The code implements the Black-Scholes model and provides three detailed examples:

  1. 3D Visualization of Option Prices: Shows how call option prices change with stock price and time to maturity
  2. Option Greeks Analysis: Calculates and visualizes Delta, Gamma, and Theta
  3. Monte Carlo Simulation: Prices options using simulation and compares with the analytical solution

Key Functions:

  1. black_scholes(): Implements the analytical Black-Scholes formula
  2. bs_delta(), bs_gamma(), bs_theta(): Calculate option Greeks
  3. monte_carlo_option_pricing(): Simulates stock price paths using geometric Brownian motion

Visualization Analysis

1. 3D Surface Plot of Call Option Prices

The 3D plot shows how the call option price (z-axis) varies with:

  • Stock price (x-axis): As stock price increases, call option value increases
  • Time to maturity (y-axis): The time value of the option is visible

This visualization helps understand the non-linear relationship between these variables.

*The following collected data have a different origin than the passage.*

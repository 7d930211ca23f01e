import assert from "node:assert/strict";
import { parseScenario } from "../../src/model/parse_scenario.ts";
import type { Scenario } from "../../src/model/scenario_schema.ts";
import { LIBRARY_MATERIAL_IDS } from "../../src/network/simulate_scenario.ts";
import { optimizeBalance } from "../../src/optimize/balance.ts";
import { planChanges } from "../../src/optimize/change_list.ts";
import { currentDesign, designSpace } from "../../src/optimize/design_space.ts";
import { evaluateDesign } from "../../src/optimize/evaluate_design.ts";
import { assertClose } from "../assert_close.ts";
import { familyLayout } from "../support/family_layout.ts";

/**
 * The change plan is the optimizer's own step: counted, stoppable, and each step's
 * figures are those of a simulation of the design with that step and all before it.
 */

function parse(wire: unknown): Scenario {
  const parsed = parseScenario(wire, { materialIds: LIBRARY_MATERIAL_IDS });
  assert.ok(parsed.ok, JSON.stringify(!parsed.ok && parsed.issues));
  return parsed.scenario;
}

/** A generated 4-cavity family, and a target design: every adjustable size 10 % larger. */
function fixture() {
  const space = designSpace(parse(familyLayout(4, { seed: 1 })));
  const today = evaluateDesign(space, currentDesign(space));
  assert.ok(today.ok);
  const x = currentDesign(space).map((v, j) => Math.min(space.variables[j].upper, v * 1.1));
  const target = evaluateDesign(space, x);
  assert.ok(target.ok);
  return { space, before: today.evaluation, after: target.evaluation };
}

Deno.test("change plan: every changed size once, greedy order simulated, n(n+1)/2 simulations", async () => {
  const { space, before, after } = fixture();
  const changed = space.variables.filter((_, j) => after.x[j] !== before.x[j]).length;
  assert.ok(changed >= 2 && changed <= 10, `${changed} changes: the greedy range`);
  const plan = await planChanges(space, before, after, undefined);
  assert.equal(plan.complete, true);
  assert.equal(plan.steps.length, changed);
  assert.deepEqual(plan.steps.map((s) => s.step), plan.steps.map((_, k) => k + 1));
  assert.equal(new Set(plan.steps.map((s) => s.element)).size, changed, "each element once");
  // Step k tries each of the n − k + 1 changes left: n + (n − 1) + … + 1.
  assert.equal(plan.simulations, (changed * (changed + 1)) / 2);
  // The last step is the whole target design: its figures are the target's own simulation.
  const last = plan.steps.at(-1)!.after;
  assertClose(last.imbalancePercent, after.imbalancePercent, { rel: 1e-12, what: "last step" });
  assertClose(last.runnerVolume, after.runnerVolume, { rel: 1e-12, what: "last step volume" });
  // Every enlargement is steel-safe (only steel removed).
  for (const s of plan.steps) assert.equal(s.steelSafe, s.to >= s.from);
});

Deno.test("change plan: an aborted signal stops it before any simulation; a past deadline too", async () => {
  const { space, before, after } = fixture();
  const controller = new AbortController();
  controller.abort();
  const cancelled = await planChanges(space, before, after, undefined, {
    signal: controller.signal,
  });
  assert.equal(cancelled.complete, false);
  assert.equal(cancelled.stopped, "cancelled");
  assert.equal(cancelled.simulations, 0);
  assert.equal(cancelled.steps.length, 0);
  const late = await planChanges(space, before, after, undefined, { deadline: Date.now() - 1 });
  assert.equal(late.stopped, "deadline");
  assert.equal(late.simulations, 0);
});

Deno.test("change plan: a signal aborted from a timer mid-plan stops it between simulations", async () => {
  const { space, before, after } = fixture();
  const full = (await planChanges(space, before, after, undefined)).simulations;
  const controller = new AbortController();
  // The plan yields to the event loop between simulations, so this timer runs during it.
  let seen = 0;
  const timer = setInterval(() => {
    if (++seen === 2) controller.abort();
  }, 0);
  const plan = await planChanges(space, before, after, undefined, { signal: controller.signal });
  clearInterval(timer);
  assert.equal(plan.complete, false);
  assert.equal(plan.stopped, "cancelled");
  assert.ok(plan.simulations < full, `${plan.simulations} of ${full} simulations`);
});

Deno.test("optimize: the change plan's simulations are counted in the run; withoutChanges says so", async () => {
  const scenario = parse(familyLayout(4, { seed: 1 }));
  scenario.goals.cutters = "continuous";
  const bare = await optimizeBalance(scenario, { maxIterations: 2, withoutChanges: true });
  assert.ok(bare.ok);
  assert.equal(bare.outcome.changes, undefined);
  assert.equal(bare.outcome.changesOmitted, "not asked for");
  const steps: string[] = [];
  const planned = await optimizeBalance(scenario, {
    maxIterations: 2,
    onStep: (step) => steps.push(step),
  });
  assert.ok(planned.ok);
  assert.deepEqual(steps, ["continuous", "cutters", "changes"]);
  const plan = planned.outcome.changes;
  assert.ok(plan, planned.outcome.changesOmitted);
  assert.equal(planned.outcome.simulations, bare.outcome.simulations + plan.simulations);
});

2. Option Greeks Visualization

The Greeks represent sensitivities of option prices to various factors:

  • Delta: Measures the rate of change of option price with respect to changes in the underlying asset’s price

    • Call delta ranges from $0$ to $1$
    • Put delta ranges from $-1$ to $0$
    • At-the-money options have delta near $0.5$ (calls) or $-0.5$ (puts)
  • Gamma: Measures the rate of change of delta with respect to changes in the underlying price

    • Highest at-the-money and decreases as the option moves in or out of the money
    • Same for both calls and puts
  • Theta: Measures the rate of change of option price with respect to the passage of time (time decay)

    • Generally negative for both calls and puts (options lose value as time passes)
    • Most significant for at-the-money options

3. Monte Carlo Simulation

Monte Carlo Call Option Price: $6.8874
Black-Scholes Call Option Price: $6.8887
Difference: $0.0013

The histogram shows the distribution of simulated stock prices at expiration:

  • The red curve represents the theoretical lognormal distribution
  • The vertical lines mark the initial stock price and strike price
  • The simulation validates the Black-Scholes model by producing a similar price

When we compare the Monte Carlo estimate with the analytical Black-Scholes solution, they should be very close, with differences attributable to simulation error.

Conclusion

This example demonstrates several fundamental concepts in financial mathematics:

  1. Analytical solution of the Black-Scholes equation
  2. Option Greeks for risk management
  3. Monte Carlo methods for pricing financial instruments

The visualizations help develop intuition about option pricing behavior and the relationships between different variables in the model.